Dicen, y con razón, que el deporte de competición es lo más parecido a la guerra que nuestra generación ha conocido. El único escenario en el que reaparecen las rivalidades locales, regionales, nacionales o internacionales que creíamos olvidadas. Es en esos tiempos de guerra, aunque esta dure 90 minutos o 4 cuartos de 12, cuando se pierde el contacto con la realidad y se adopta una narrativa en la que todo es blanco o negro, bueno o malo. Héroe o villano.

Durante décadas hemos asumido que ellos eran distintos. Altos, guapos, fuertes, resistentes, ricos. Como si de otra especie se tratara. Una suerte de superhombres que se desprenden de su condición humana cada vez que se ponen el uniforme y escuchan el silbato. Un ambiente visceral y deshumanizado, en el que cualquier síntoma de debilidad se percibe como una lacra y quien lo muestra es tachado de indigno. Un ecosistema donde el deseo de ganar asfixia. Puede con todo y con todos.

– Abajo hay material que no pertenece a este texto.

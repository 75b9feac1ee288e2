import { createBrowserRouter } from 'react-router-dom';
import { RequireAuth } from '../features/auth/RequireAuth';
import { WorkspaceScope } from '../features/workspaces/WorkspaceScope';
import { AppShell } from './AppShell';
import { HomeRedirect } from './HomeRedirect';
import { NotFoundPage } from './NotFoundPage';
import { BootScreen, RootLayout } from './RootLayout';
import { RouteError } from './RouteError';

/*
 * Pages load lazily, each in its own chunk, so the first screen (usually sign-in) only
 * downloads what it shows. The shell and guards are small and needed on every signed-in
 * page, so they stay in the main chunk.
 */
export const router = createBrowserRouter([
  {
    id: 'root',
    Component: RootLayout,
    ErrorBoundary: RouteError,
    HydrateFallback: BootScreen,
    children: [
      {
        path: 'sign-in',
        lazy: async () => ({ Component: (await import('../features/auth/SignInPage')).SignInPage }),
      },
      {
        path: 'sign-up',
        lazy: async () => ({ Component: (await import('../features/auth/SignUpPage')).SignUpPage }),
      },
      {
        path: 'forgot-password',
        lazy: async () => ({
          Component: (await import('../features/auth/ForgotPasswordPage')).ForgotPasswordPage,
        }),
      },
      {
        path: 'reset-password/:token',
        lazy: async () => ({
          Component: (await import('../features/auth/ResetPasswordPage')).ResetPasswordPage,
        }),
      },
      {
        path: 'invitations/:token',
        lazy: async () => ({ Component: (await import('./InvitationRoute')).InvitationRoute }),
      },
      {
        path: 'dev/outbox',
        lazy: async () => ({ Component: (await import('../features/outbox/OutboxPage')).OutboxPage }),
      },
      {
        // A class link: one lesson, signed out.
        path: 'class/:token',
        lazy: async () => ({
          Component: (await import('../features/lessons/ClassLessonPage')).ClassLessonPage,
        }),
      },
      {
        Component: RequireAuth,
        children: [
          {
            Component: AppShell,
            children: [
              {
                // Errors below here render inside the shell, so the header stays usable.
                ErrorBoundary: RouteError,
                children: [
                  { index: true, Component: HomeRedirect },
                  {
                    path: 'w/:workspaceId',
                    Component: WorkspaceScope,
                    children: [
                      {
                        index: true,
                        lazy: async () => ({ Component: (await import('./DashboardRoute')).DashboardRoute }),
                      },
                      {
                        path: 'scenarios',
                        lazy: async () => ({
                          Component: (await import('../features/projections/ScenariosPage')).ScenariosPage,
                        }),
                      },
                      {
                        path: 'scenarios/new',
                        lazy: async () => ({
                          Component: (await import('../features/projections/ScenarioPage')).ScenarioPage,
                        }),
                      },
                      {
                        path: 'scenarios/:scenarioId',
                        lazy: async () => ({
                          Component: (await import('../features/projections/ScenarioPage')).ScenarioPage,
                        }),
                      },
                      {
                        path: 'projections/:projectionId',
                        lazy: async () => ({
                          Component: (await import('../features/projections/ProjectionPage')).ProjectionPage,
                        }),
                      },
                      {
                        path: 'batches/:batchId',
                        lazy: async () => ({
                          Component: (await import('../features/projections/ComparisonPage')).ComparisonPage,
                        }),
                      },
                      {
                        path: 'batches/:batchId/let-it-seed',
                        lazy: async () => ({
                          Component: (await import('../features/projections/LetItSeedPage')).LetItSeedPage,
                        }),
                      },
                      {
                        path: 'fields',
                        lazy: async () => ({
                          Component: (await import('../features/fields/FieldsPage')).FieldsPage,
                        }),
                      },
                      {
                        path: 'fields/new',
                        lazy: async () => ({
                          Component: (await import('../features/fields/FieldPages')).NewFieldPage,
                        }),
                      },
                      {
                        path: 'fields/:fieldId',
                        lazy: async () => ({
                          Component: (await import('../features/fields/FieldPages')).FieldPage,
                        }),
                      },
                      {
                        path: 'fields/:fieldId/records',
                        lazy: async () => ({ Component: (await import('./RecordsRoute')).RecordsRoute }),
                      },
                      {
                        path: 'profiles',
                        lazy: async () => ({
                          Component: (await import('../features/profiles/ProfilesPage')).ProfilesPage,
                        }),
                      },
                      {
                        path: 'profiles/new',
                        lazy: async () => ({
                          Component: (await import('../features/profiles/ProfilePages')).NewProfilePage,
                        }),
                      },
                      {
                        path: 'profiles/:profileId',
                        lazy: async () => ({ Component: (await import('./ProfileRoute')).ProfileRoute }),
                      },
                      {
                        path: 'strategies',
                        lazy: async () => ({ Component: (await import('./StrategyRoutes')).StrategiesRoute }),
                      },
                      {
                        path: 'strategies/new',
                        lazy: async () => ({
                          Component: (await import('./StrategyRoutes')).NewStrategyRoute,
                        }),
                      },
                      {
                        path: 'strategies/:strategyId',
                        lazy: async () => ({ Component: (await import('./StrategyRoutes')).StrategyRoute }),
                      },
                      {
                        path: 'lessons',
                        lazy: async () => ({
                          Component: (await import('../features/lessons/LessonsPage')).LessonsPage,
                        }),
                      },
                      {
                        path: 'lessons/new',
                        lazy: async () => ({ Component: (await import('./LessonRoutes')).NewLessonRoute }),
                      },
                      {
                        path: 'lessons/:lessonId',
                        lazy: async () => ({
                          Component: (await import('../features/lessons/LessonPages')).LessonPage,
                        }),
                      },
                      {
                        path: 'lessons/:lessonId/edit',
                        lazy: async () => ({ Component: (await import('./LessonRoutes')).EditLessonRoute }),
                      },
                      {
                        path: 'members',
                        lazy: async () => ({
                          Component: (await import('../features/workspaces/MembersPage')).MembersPage,
                        }),
                      },
                      {
                        path: 'sweeps',
                        lazy: async () => ({
                          Component: (await import('../features/sweeps/SweepsPage')).SweepsPage,
                        }),
                      },
                      {
                        path: 'sweeps/new',
                        lazy: async () => ({
                          Component: (await import('../features/sweeps/NewSweepPage')).NewSweepPage,
                        }),
                      },
                      {
                        path: 'sweeps/:sweepId',
                        lazy: async () => ({
                          Component: (await import('../features/sweeps/SweepPage')).SweepPage,
                        }),
                      },
                    ],
                  },
                  {
                    path: 'account',
                    lazy: async () => ({ Component: (await import('./AccountRoute')).AccountRoute }),
                  },
                ],
              },
            ],
          },
        ],
      },
      { path: '*', Component: NotFoundPage },
    ],
  },
]);
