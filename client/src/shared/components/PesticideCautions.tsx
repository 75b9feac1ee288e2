import { pesticideCautions } from '../../../../shared/scenario/cautions';

/** The pesticide cautions, shown wherever a chemical step is planned or reported. */
export function PesticideCautions({ className = '' }: { className?: string }) {
  return (
    <aside
      aria-label="Pesticide cautions"
      className={`rounded-seed border border-clay-500 bg-clay-100 px-4 py-3 text-sm text-humus-900 ${className}`}
    >
      <p className="font-semibold">Pesticide cautions</p>
      <ul className="mt-1 list-disc pl-5">
        {pesticideCautions.map((caution) => (
          <li key={caution}>{caution}</li>
        ))}
      </ul>
    </aside>
  );
}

Y sin embargo aquí no estamos para hablar de ganadores. Al menos, no de lo que siempre hemos entendido por triunfadores. Y es que en medio de esa jungla varios deportistas han optado por dar un paso al frente, sincerarse con ellos mismos y dar cuenta de sus problemas. Conscientes de que su posición como referentes sociales no solo implica más ceros en la cuenta, han asumido que la debilidad es humana, que la cabeza se resquebraja tanto o más que el cuerpo cuando se le somete a tanta presión. Ninguna medalla lo acreditará y ningún trofeo engrosará sus vitrinas, pero gracias a ellos, el deportista de élite ha ganado un derecho: El de hablar sobre su salud mental.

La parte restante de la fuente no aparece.